» **EXERCISE**
Go through the records and report each line in which the word "sampleStandardDeviation" occurs.

[Opening DATA TO USE section]

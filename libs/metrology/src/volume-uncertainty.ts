import { Decimal, type DecimalInput, dec } from './decimal';
import { MetrologyInputError } from './errors';
import { type VolumeModelInputs, volumeModel } from './gravimetric';
import { sampleStandardDeviation } from './statistics';
import { tanakaAirFreeDensity } from './water-density';
import {
  type BudgetInput,
  type BudgetModel,
  type CoverageOptions,
  type Distribution,
  type UncertaintyBudget,
  buildBudget,
  rectangularStandardUncertainty,
  triangularStandardUncertainty,
} from './uncertainty';

/**
 * Uncertainty of a gravimetric volume, after the component list of EURAMET
 * Calibration Guide No. 19 (cg-19, version 3.0, 2018): mass (balance
 * calibration, resolution, repeatability), water temperature, water density,
 * air density, weight density, expansion coefficient, meniscus, evaporation.
 *
 * Model: V = volumeModel(m + δm_res, t, ρ_W + [ρ_W(t) − ρ_W(t̄)] + δρ_W, ρ_A, ρ_B, γ)
 *            + δV_rep + δV_men + δV_evap,
 * so u(t) acts both through ρ_W(t) and through γ(t − t_ref). Sensitivity
 * coefficients come from central differences on that Decimal model.
 *
 * Defaults, used only when the caller gives nothing (each row says so in its note):
 * - δρ_W: 4.5e-4 kg/m³, the standard uncertainty Tanaka et al. (Metrologia 38,
 *   2001) state for their formula (from memory; not re-read from the paper);
 * - ρ_B: ±60 kg/m³ rectangular around the conventional 8000 kg/m³ (OIML R 111-1
 *   density class limits; from memory, not verified);
 * - γ: ±10 % of γ, rectangular (cg-19 practice; from memory, not verified).
 * Water purity and dissolved air are not separate rows: fold them into δρ_W.
 */
export interface VolumeStandardUncertainties {
  /** Standard uncertainty of a net mass from the balance certificate, g. */
  readonly balanceCalibrationG: DecimalInput;
  /** Scale interval d, g. Two readings (filled and empty or tare): u = d/√12·√2 = d/√6. */
  readonly balanceResolutionG: DecimalInput;
  /** Thermometer standard uncertainty, °C. */
  readonly waterTemperatureC: DecimalInput;
  readonly waterDensityKgPerM3?: DecimalInput;
  /** From the air-density formula and the measured conditions, kg/m³. */
  readonly airDensityKgPerM3: DecimalInput;
  readonly weightDensityKgPerM3?: DecimalInput;
  readonly expansionCoefficientPerK?: DecimalInput;
  /** Meniscus reading, as a volume (mL); treated as rectangular in Monte Carlo. */
  readonly meniscusMl: DecimalInput;
  /** Evaporation during the weighing, as a volume (mL); may be 0. */
  readonly evaporationMl: DecimalInput;
}

export interface VolumeUncertaintyInput {
  /** Means of the model inputs; netMassG is the mean net mass. */
  readonly model: VolumeModelInputs;
  /** ρ_W(t) in kg/m³, for the temperature effect on water density; default Tanaka et al. 2001 (air-free). */
  readonly waterDensityAtC?: (temperatureC: Decimal) => Decimal;
  /** Replicate volumes, mL: repeatability u = s/√n with ν = n − 1 (JCGM 100 4.2.3). */
  readonly replicateVolumesMl: readonly DecimalInput[];
  /** Their sample standard deviation, when the caller already has it. */
  readonly replicateStandardDeviationMl?: Decimal;
  readonly uncertainties: VolumeStandardUncertainties;
  readonly coverage?: CoverageOptions;
}

export interface VolumeUncertaintyResult {
  readonly budget: UncertaintyBudget;
  readonly volumeMl: Decimal;
  readonly combinedStandardUncertaintyMl: Decimal;
  readonly effectiveDegreesOfFreedom: Decimal;
  readonly coverageFactor: Decimal;
  readonly expandedUncertaintyMl: Decimal;
  /** 100·U/V. */
  readonly relativeExpandedUncertaintyPercent: Decimal;
}

export const DEFAULT_WATER_DENSITY_FORMULA_U_KG_PER_M3 = new Decimal('4.5e-4');
export const DEFAULT_WEIGHT_DENSITY_HALF_WIDTH_KG_PER_M3 = new Decimal(60);
export const DEFAULT_EXPANSION_COEFFICIENT_RELATIVE_HALF_WIDTH = new Decimal('0.1');

/** The budget rows, the Decimal model and a binary-float twin for Monte Carlo. */
export function volumeBudgetInputs(input: VolumeUncertaintyInput): {
  inputs: BudgetInput[];
  model: BudgetModel;
  numberModel: (x: Readonly<Record<string, number>>) => number;
} {
  const m = input.model;
  const u = input.uncertainties;
  const nonNegative = (v: DecimalInput, field: string) => {
    const x = dec(v, `uncertainties.${field}`);
    if (x.isNegative()) throw new MetrologyInputError(`uncertainties.${field}`, 'must not be negative');
    return x;
  };
  const rep = repeatability(input.replicateVolumesMl, input.replicateStandardDeviationMl);
  const rhoW0 = m.waterDensityKgPerM3;
  const t0 = m.waterTemperatureC;
  const rhoOf = input.waterDensityAtC ?? tanakaAirFreeDensity;
  const rhoAt = rhoOf(t0);
  const uRhoW =
    u.waterDensityKgPerM3 === undefined
      ? DEFAULT_WATER_DENSITY_FORMULA_U_KG_PER_M3
      : nonNegative(u.waterDensityKgPerM3, 'waterDensityKgPerM3');
  const uRhoB =
    u.weightDensityKgPerM3 === undefined
      ? rectangularStandardUncertainty(DEFAULT_WEIGHT_DENSITY_HALF_WIDTH_KG_PER_M3)
      : nonNegative(u.weightDensityKgPerM3, 'weightDensityKgPerM3');
  const uGamma =
    u.expansionCoefficientPerK === undefined
      ? rectangularStandardUncertainty(m.expansionCoefficientPerK.times(DEFAULT_EXPANSION_COEFFICIENT_RELATIVE_HALF_WIDTH))
      : nonNegative(u.expansionCoefficientPerK, 'expansionCoefficientPerK');
  const byDefault = (given: unknown, text: string) => (given === undefined ? { note: `default: ${text}` } : {});

  const row = (quantity: string, symbol: string, unit: string, value: DecimalInput, su: Decimal, distribution: Distribution) =>
    ({ quantity, symbol, unit, value, standardUncertainty: su, distribution }) satisfies BudgetInput;
  const uRes = triangularStandardUncertainty(nonNegative(u.balanceResolutionG, 'balanceResolutionG'));
  const inputs: BudgetInput[] = [
    row('Mass of water (balance calibration)', 'm', 'g', m.netMassG, nonNegative(u.balanceCalibrationG, 'balanceCalibrationG'), 'normal'),
    row('Balance resolution (two readings)', 'dmRes', 'g', 0, uRes, 'triangular'),
    row('Water temperature', 't', '°C', t0, nonNegative(u.waterTemperatureC, 'waterTemperatureC'), 'normal'),
    { ...row('Water density (formula)', 'dRhoW', 'kg/m³', 0, uRhoW, 'normal'), ...byDefault(u.waterDensityKgPerM3, 'Tanaka et al. 2001') },
    row('Air density', 'rhoA', 'kg/m³', m.airDensityKgPerM3, nonNegative(u.airDensityKgPerM3, 'airDensityKgPerM3'), 'normal'),
    {
      ...row('Density of the weights', 'rhoB', 'kg/m³', m.weightDensityKgPerM3, uRhoB, 'rectangular'),
      ...byDefault(u.weightDensityKgPerM3, '±60 kg/m³ rectangular'),
    },
    {
      ...row('Cubic expansion coefficient', 'gamma', '1/K', m.expansionCoefficientPerK, uGamma, 'rectangular'),
      ...byDefault(u.expansionCoefficientPerK, '±10 % of γ rectangular'),
    },
    // The last three enter the model as added volumes: their sensitivity is exactly 1.
    { ...row('Repeatability (replicate volumes)', 'dVrep', 'mL', 0, rep.u, 'type-a'), degreesOfFreedom: rep.nu, sensitivityCoefficient: 1 },
    { ...row('Meniscus reading', 'dVmen', 'mL', 0, nonNegative(u.meniscusMl, 'meniscusMl'), 'rectangular'), sensitivityCoefficient: 1 },
    { ...row('Evaporation', 'dVevap', 'mL', 0, nonNegative(u.evaporationMl, 'evaporationMl'), 'rectangular'), sensitivityCoefficient: 1 },
  ];

  const model: BudgetModel = (x) => {
    const g = (k: string) => x[k] as Decimal;
    // Only the temperature row moves t: the other evaluations reuse rho(t0) instead of recomputing it.
    const t = g('t');
    const rhoW = rhoW0.plus((t.equals(t0) ? rhoAt : rhoOf(t)).minus(rhoAt)).plus(g('dRhoW'));
    return volumeModel({
      ...m,
      netMassG: g('m').plus(g('dmRes')),
      waterTemperatureC: t,
      waterDensityKgPerM3: rhoW,
      airDensityKgPerM3: g('rhoA'),
      weightDensityKgPerM3: g('rhoB'),
      expansionCoefficientPerK: g('gamma'),
    })
      .plus(g('dVrep'))
      .plus(g('dVmen'))
      .plus(g('dVevap'));
  };

  // Binary-float twin: ρ_W(t) linearised at t̄ (the curvature, ≈ −0.008 kg/m³/K²,
  // moves ρ_W by < 1e-4 kg/m³ for |t − t̄| < 0.15 K, below the formula uncertainty).
  const h = new Decimal('0.001');
  const slope = rhoOf(t0.plus(h))
    .minus(rhoOf(t0.minus(h)))
    .div(h.times(2))
    .toNumber();
  const rhoW0n = rhoW0.toNumber();
  const t0n = t0.toNumber();
  const tRef = m.referenceTemperatureC.toNumber();
  const numberModel = (x: Readonly<Record<string, number>>): number => {
    const v = (k: string) => x[k] as number;
    const rhoW = (rhoW0n + slope * (v('t') - t0n) + v('dRhoW')) / 1000;
    const rhoA = v('rhoA') / 1000;
    const rhoB = v('rhoB') / 1000;
    const volume = ((v('m') + v('dmRes')) / (rhoW - rhoA)) * (1 - rhoA / rhoB) * (1 - v('gamma') * (v('t') - tRef));
    return volume + v('dVrep') + v('dVmen') + v('dVevap');
  };
  return { inputs, model, numberModel };
}

/** The cg-19 budget of one gravimetric calibration point, with U and relative U. */
export function evaluateVolumeUncertainty(input: VolumeUncertaintyInput): VolumeUncertaintyResult {
  const { inputs, model } = volumeBudgetInputs(input);
  const budget = buildBudget(inputs, { model, ...(input.coverage ? { coverage: input.coverage } : {}) });
  const volume = budget.estimate as Decimal;
  if (volume.lte(0)) throw new MetrologyInputError('model.netMassG', 'gives a volume that is not positive');
  return {
    budget,
    volumeMl: volume,
    combinedStandardUncertaintyMl: budget.combinedStandardUncertainty,
    effectiveDegreesOfFreedom: budget.effectiveDegreesOfFreedom,
    coverageFactor: budget.coverageFactor,
    expandedUncertaintyMl: budget.expandedUncertainty,
    relativeExpandedUncertaintyPercent: budget.expandedUncertainty.div(volume).times(100),
  };
}

function repeatability(values: readonly DecimalInput[], known?: Decimal): { u: Decimal; nu: Decimal } {
  if (values.length < 2) throw new MetrologyInputError('replicateVolumesMl', 'needs at least 2 replicates for repeatability');
  const s = known ?? sampleStandardDeviation(values, 'replicateVolumesMl');
  return { u: s.div(new Decimal(values.length).sqrt()), nu: new Decimal(values.length - 1) };
}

[Closing DATA TO USE section]

» **RESPONSE BELOW**
import { sampleStandardDeviation } from './statistics';
  const s = known ?? sampleStandardDeviation(values, 'replicateVolumesMl');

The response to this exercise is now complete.